Así pues, la carga de la argumentación corresponde a los que afirmen que una renuncia a un derecho debe considerarse ilícita porque es contraria al interés u orden público o porque perjudica a terceros. Si el legislador no ha establecido claramente el carácter irrenunciable del derecho que consagra (en cuyo caso, el problema será de inconstitucionalidad de la norma por limitar la autonomía individual desproporcionadamente), la carga de argumentar que el derecho no es renunciable corresponde a los que así lo afirmen. Y no se aprecia ninguna razón de orden público o de protección de terceros que impida al socio de una sociedad limitada renunciar a su derecho a separarse de la sociedad porque ésta, por ejemplo, traslade su domicilio social al extranjero.
Para comprobar lo absurdo de la posición que criticamos, imagínese que unos particulares constituyen una sociedad y piensan que, en el futuro, el centro de actividad estará en Bélgica y, por tanto, que les convendrá trasladar la sede social a Bruselas ¿no han de poder renunciar a separarse de la sociedad en tal caso? ¿han de arriesgarse a que uno de los socios, oportunistamente, se separe cuando la mayoría decida trasladar la empresa a Bélgica? ¿qué interés público o de terceros hay en prohibir la cláusula estatutaria correspondiente?
Olvida, además, la autora que la prohibición de abuso de derecho protege al socio que ha renunciado a un derecho en los estatutos si la alegación de la cláusula estatutaria por parte de la mayoría es contraria a la buena fe.
Lo más “simpático” de la postura que criticamos es que, una vez que han dado por sentado que la norma es imperativa e inasequible a la renuncia individual, obliguen a los que piensan distinto a promover una reforma legislativa. Nuevamente, se trata de una petición de principio: si la norma es dispositiva, la cláusula estatutaria que la derogue es válida y no necesitamos reformar la norma. Pero, claro, si decimos que la norma es imperativa y que no puede derogarse ni siquiera con el consentimiento unánime de los socios, decir que los que piensan distinto están haciendo propuestas de lege ferenda es una obviedad.
La exageración llega a considerar igualmente ilícita la derogación de la norma en un pacto parasocial cuando el Tribunal Supremo ha declarado recientemente que estos pactos no están sometidos al Derecho de sociedades de capital sino exclusivamente a los límites a la libertad contractual en general (
STS 23-X-2012)
Límites no escritos a la libertad estatutaria: “los principios configuradores (no del tipo social elegido sino) de la institución”

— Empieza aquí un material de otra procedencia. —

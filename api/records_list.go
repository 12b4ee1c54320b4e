package api

import (
	"fmt"
	"net/http"
	"net/url"
	"slices"
	"strconv"
	"strings"
	"time"

	"github.com/labstack/echo/v4"

	"regimed/api/store"
	"regimed/regime/input"
	"regimed/regime/kind"
	"regimed/regime/ladder"
)

// Records on a page of the list.
const (
	usualPage = 50
	mostPage  = 200
)

// recordList is a page of the list.
type recordList struct {
	Records []recordHead `json:"records"`
	Next    string       `json:"next,omitzero"` // the cursor of the next page; absent on the last
}

// listParameters are what a list may be asked for.
var listParameters = []string{"kind", "class", "tag", "text", "from", "to", "limit", "cursor"}

// listRecords answers a page of records, the newest first.
func (s *Server) listRecords(c echo.Context) error {
	records, err := s.records()
	if err != nil {
		return err
	}
	values, violations, err := parameters(c, listParameters...)
	if err != nil {
		return err
	}
	q, more := readQuery(values)
	if violations = append(violations, more...); len(violations) > 0 {
		slices.SortStableFunc(violations, func(a, b input.Violation) int { return strings.Compare(a.Pointer, b.Pointer) })
		return violated(invalidQuery, "The query", violations)
	}
	page, err := records.List(c.Request().Context(), q)
	if err != nil {
		return s.storeProblem(c, err)
	}
	list := recordList{Records: []recordHead{}}
	for i := range page.Records {
		list.Records = append(list.Records, headRecord(&page.Records[i]))
	}
	if page.Next != nil {
		list.Next = page.Next.String()
	}
	body, err := encode(list)
	if err != nil {
		return err
	}
	tag := tagOf(body)
	h := c.Response().Header()
	h.Set(headerETag, tag)
	h.Set(echo.HeaderCacheControl, cacheAsking)
	if holds(c.Request().Header.Values("If-None-Match"), tag) {
		return c.NoContent(http.StatusNotModified)
	}
	return send(c, http.StatusOK, typeJSON, body)
}

// queryReader reads the parameters of a list, and collects what is wrong.
type queryReader struct {
	values url.Values
	bad    input.Violations
}

func readQuery(values url.Values) (store.Query, []input.Violation) {
	r := &queryReader{values: values}
	q := store.Query{
		Kind:  r.name("kind", kindNames()),
		Class: r.name("class", classNames()),
		Tag:   r.line("tag", maxTag),
		Text:  r.line("text", maxTitle),
		From:  r.time("from"),
		To:    r.time("to"),
		Limit: r.limit(),
		After: r.cursor(),
	}
	if !q.From.IsZero() && !q.To.IsZero() && !q.From.Before(q.To) {
		r.bad.Add("/to", input.Contradiction, "to must lie after from; a record made at from is listed, one made at to is not.", jsonString(values.Get("to")))
	}
	return q, r.bad.List()
}

func kindNames() []string {
	var names []string
	for _, k := range kind.All {
		names = append(names, k.Name)
	}
	return names
}

func classNames() []string {
	var names []string
	for i := range ladder.Classes {
		names = append(names, ladder.Classes[i].ID)
	}
	return names
}

// name reads one of the names that are known.
func (r *queryReader) name(parameter string, known []string) string {
	if !r.values.Has(parameter) {
		return ""
	}
	name := r.values.Get(parameter)
	if slices.Contains(known, name) {
		return name
	}
	hint := "known are " + strings.Join(known, ", ") + "."
	if near := input.Nearest(name, known); len(near) > 0 {
		hint = "did you mean " + strings.Join(near, " or ") + "?"
	}
	r.bad.Add("/"+parameter, input.UnknownChoice, fmt.Sprintf("No %s is called %s; %s", parameter, quoted(name), hint), jsonString(name))
	return ""
}

// line reads what people wrote.
func (r *queryReader) line(parameter string, most int) string {
	if !r.values.Has(parameter) {
		return ""
	}
	s := r.values.Get(parameter)
	fault := faultOf(strings.ToValidUTF8(s, "\uFFFD"), most)
	if fault == "" {
		return s
	}
	r.bad.Add("/"+parameter, input.OutOfRange, parameter+" "+fault, jsonString(clip(s, 200)))
	return ""
}

// time reads a time, or a day, which stands for its first moment in UTC.
func (r *queryReader) time(parameter string) time.Time {
	if !r.values.Has(parameter) {
		return time.Time{}
	}
	s := r.values.Get(parameter)
	for _, layout := range []string{time.RFC3339Nano, time.DateOnly} {
		if t, err := time.Parse(layout, s); err == nil && t.Year() >= 1970 {
			return t
		}
	}
	r.bad.Add("/"+parameter, input.BadQuantity, parameter+" is a time such as 2026-07-30T09:00:00Z, or a day such as 2026-07-30, from 1970 on.", jsonString(clip(s, 200)))
	return time.Time{}
}

func (r *queryReader) limit() int {
	if !r.values.Has("limit") {
		return usualPage
	}
	s := r.values.Get("limit")
	n, err := strconv.Atoi(s)
	switch {
	case err != nil:
		r.bad.Add("/limit", input.WrongType, "limit is a whole number.", jsonString(clip(s, 200)))
	case n < 1 || n > mostPage:
		r.bad.Add("/limit", input.OutOfRange, fmt.Sprintf("limit must lie within 1 and %d.", mostPage), jsonString(clip(s, 200)))
	}
	return n
}

func (r *queryReader) cursor() *store.Cursor {
	if !r.values.Has("cursor") {
		return nil
	}
	s := r.values.Get("cursor")
	cursor, err := store.ParseCursor(s)
	if err != nil {
		r.bad.Add("/cursor", input.BadQuantity, "cursor is what next was in the page before, unchanged.", jsonString(clip(s, 200)))
		return nil
	}
	return cursor
}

La libertad individual y estatutaria se limita, además, apelando, no a los principios configuradores del tipo social (de la SL o de la SA) sino a los propios principios configuradores del derecho de separación. Esto es lo del barón de Münchhausen. Primero decimos qué es y como está configurado el derecho de separación y, a continuación, prohibimos a los particulares dibujar de otra manera la institución. Si, además, la concepción del derecho de separación es incorrecta – como sucede a menudo – entonces se sigue cualquier disparate respecto de lo que está prohibido y lo que no.

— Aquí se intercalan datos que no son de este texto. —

package api

import (
	"errors"
	"fmt"
	"net/http"
	"net/url"
	"regexp"
	"strings"
)

// nobody is the list of pages that may frame this service's, where there are none.
const nobody = "'none'"

// framer is an origin as the directive frame-ancestors takes it. Its scheme is
// wanted, since without one the directive means that of the page.
var framer = regexp.MustCompile(`^https?://(\*\.)?[A-Za-z0-9-]+(\.[A-Za-z0-9-]+)*(:([0-9]{1,5}|\*))?$`)

// FrameAncestors writes the list of those who may show pages of this service in
// a frame, as the Content-Security-Policy has it: origins such as
// https://wiki.example or https://*.example:8443, self for this service, * for
// everybody. An empty list, and none by itself, is nobody.
func FrameAncestors(list []string) (string, error) {
	var sources []string
	for _, one := range list {
		one = strings.TrimSpace(one)
		switch word := strings.Trim(one, "'"); {
		case word == "none" && len(list) == 1:
			return nobody, nil
		case word == "none":
			return "", errors.New("none stands by itself")
		case word == "self":
			sources = append(sources, "'self'")
		case one == "*" || framer.MatchString(one):
			sources = append(sources, one)
		default:
			return "", fmt.Errorf("%q is no origin such as https://wiki.example; self and * are possible too", clip(one, 200))
		}
	}
	if len(sources) == 0 {
		return nobody, nil
	}
	return strings.Join(sources, " "), nil
}

// PublicURL checks the address under which people reach a service, and returns
// it without a slash at its end.
func PublicURL(text string) (string, error) {
	if text == "" {
		return "", nil
	}
	u, err := url.Parse(text)
	if err != nil {
		return "", fmt.Errorf("%q is no address such as https://regimed.example", clip(text, 200))
	}
	if u.Scheme != "http" && u.Scheme != "https" || !saneHost(u.Host) || u.User != nil || u.RawQuery != "" || u.ForceQuery || u.Fragment != "" || !u.IsAbs() {
		return "", fmt.Errorf("%q is no address such as https://regimed.example, with a path where there is one", clip(text, 200))
	}
	return strings.TrimRight(u.Scheme+"://"+u.Host+u.EscapedPath(), "/"), nil
}

// host is a name or an address with its port. What a caller sends as the header
// Host goes into links only if it looks so.
var host = regexp.MustCompile(`^([A-Za-z0-9_-]+(\.[A-Za-z0-9_-]+)*\.?|\[[0-9A-Fa-f:.]+\])(:[0-9]{1,5})?$`)

func saneHost(s string) bool { return len(s) <= 255 && host.MatchString(s) }

// baseURL is the address of this service for links that leave it: the public one,
// or the one that the request came to. Empty: it is not known.
//
// The second is what the caller says, in the header Host, so that it is told to
// no one else: an answer that holds it is for him alone, or has the header Vary.
// What a proxy says of the scheme is not read, as anybody can say it; behind a
// proxy that speaks https the operator sets the public address.
func (s *Server) baseURL(r *http.Request) string {
	switch {
	case s.publicURL != "":
		return s.publicURL
	case !saneHost(r.Host):
		return ""
	case r.TLS != nil:
		return "https://" + r.Host
	}
	return "http://" + r.Host
}

// configureEmbedding takes over what the operator says of embedding. What can't
// be read is left out, and the log says so: it must not open a door.
func (s *Server) configureEmbedding() {
	var err error
	if s.ancestors, err = FrameAncestors(s.config.FrameAncestors); err != nil {
		s.config.Logger.Error("frame ancestors", "cause", err.Error())
		s.ancestors = nobody
	}
	if s.publicURL, err = PublicURL(s.config.PublicURL); err != nil {
		s.config.Logger.Error("public address", "cause", err.Error())
	}
}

El problema con la concepción del derecho de separación criticada estriba en que estos autores se empeñan en proteger algo que no es digno de protección: a saber, la continuidad de la empresa. Es obvio que el derecho de separación se reconoce como una medida eficiente para garantizar, por un lado, la desvinculación del socio y, por otro, tutelar el interés de los demás socios en continuar con la sociedad sin tener que disolverla (que es lo que ocurre en las sociedades de personas). Pero no hay un interés público en que las sociedades no se disuelvan y que las empresas continúen. Las empresas son de propiedad privada y la gente hace con sus cosas lo que le parezca. Por tanto, en el derecho de separación no hay más intereses que los de los socios (y los de los acreedores tutelados con las normas sobre capital y sobre liquidación).
En consecuencia, no puede extraerse límite alguno para la autonomía estatutaria del pretendido interés en mantener la continuidad de la empresa. Porque la autora no estará dispuesta a afirmar que ese interés haya de prevalecer – empresas rentables – frente a la voluntad de ¡la mayoría! de proceder a la disolución y a la liquidación. Si no puede limitarse el derecho de la mayoría a disolver, mucho menos el derecho de todos los socios a decidir cuándo uno de ellos puede separarse o no de la sociedad. No hay una sola norma en nuestro Derecho de Sociedades que permita a los acreedores obligar a los socios a no reducir el patrimonio social, a no “descapitalizar” (en sentido impropio). Si la cifra de capital no se toca y el patrimonio social cubre el capital, los acreedores no tienen nada que decir. Si los socios deciden repartirse el patrimonio social, tienen derecho a hacerlo y no tienen que preguntar a los acreedores sobre si el reparto “pone en peligro la continuidad de la empresa” (sin perjuicio de la responsabilidad ex 1902 CC).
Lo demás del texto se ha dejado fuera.